◆ PROBLEM ◆
An exact, line-by-line copy is needed, beginning at the line with "4 each). */" and ending at the last line of the listing below.

**** RECORDS FOR PROCESSING ****

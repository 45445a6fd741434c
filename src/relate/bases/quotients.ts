import type { BaseFamily } from './family.ts';

/** Smith's complex division (R. L. Smith, CACM 5, 1962), real and imaginary parts of a/b. */
function divide(ar: number, ai: number, br: number, bi: number): [number, number] {
  if (Math.abs(br) >= Math.abs(bi)) {
    const r = bi / br;
    const d = br + bi * r;
    return [(ar + ai * r) / d, (ai - ar * r) / d];
  }
  const r = br / bi;
  const d = br * r + bi;
  return [(ar * r + ai) / d, (ai * r - ar) / d];
}

/** re(a/b) and im(a/b) of every ordered pair with a complex member (complexity 4 each). */
export const quotients: BaseFamily = {
  name: 'quotients',
  description: 're and im of the quotient a/b of two columns, one of them complex',
  ofPair: (A, B) => {
    if (!(A.complex || B.complex)) return [];
    const re = new Float64Array(A.re.length);
    const im = new Float64Array(A.re.length);
    for (let i = 0; i < re.length; i++) [re[i], im[i]] = divide(A.re[i]!, A.im[i]!, B.re[i]!, B.im[i]!);
    return [
      { text: `re(${A.name}/${B.name})`, cost: 4, values: re },
      { text: `im(${A.name}/${B.name})`, cost: 4, values: im },
    ];
  },
};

****

◆ SOLUTION TO THE EXERCISE ◆
/** re(a/b) and im(a/b) of every ordered pair with a complex member (complexity 4 each). */
export const quotients: BaseFamily = {
  name: 'quotients',
  description: 're and im of the quotient a/b of two columns, one of them complex',
  ofPair: (A, B) => {
    if (!(A.complex || B.complex)) return [];
    const re = new Float64Array(A.re.length);
    const im = new Float64Array(A.re.length);
    for (let i = 0; i < re.length; i++) [re[i], im[i]] = divide(A.re[i]!, A.im[i]!, B.re[i]!, B.im[i]!);
    return [
      { text: `re(${A.name}/${B.name})`, cost: 4, values: re },
      { text: `im(${A.name}/${B.name})`, cost: 4, values: im },
    ];
  },
};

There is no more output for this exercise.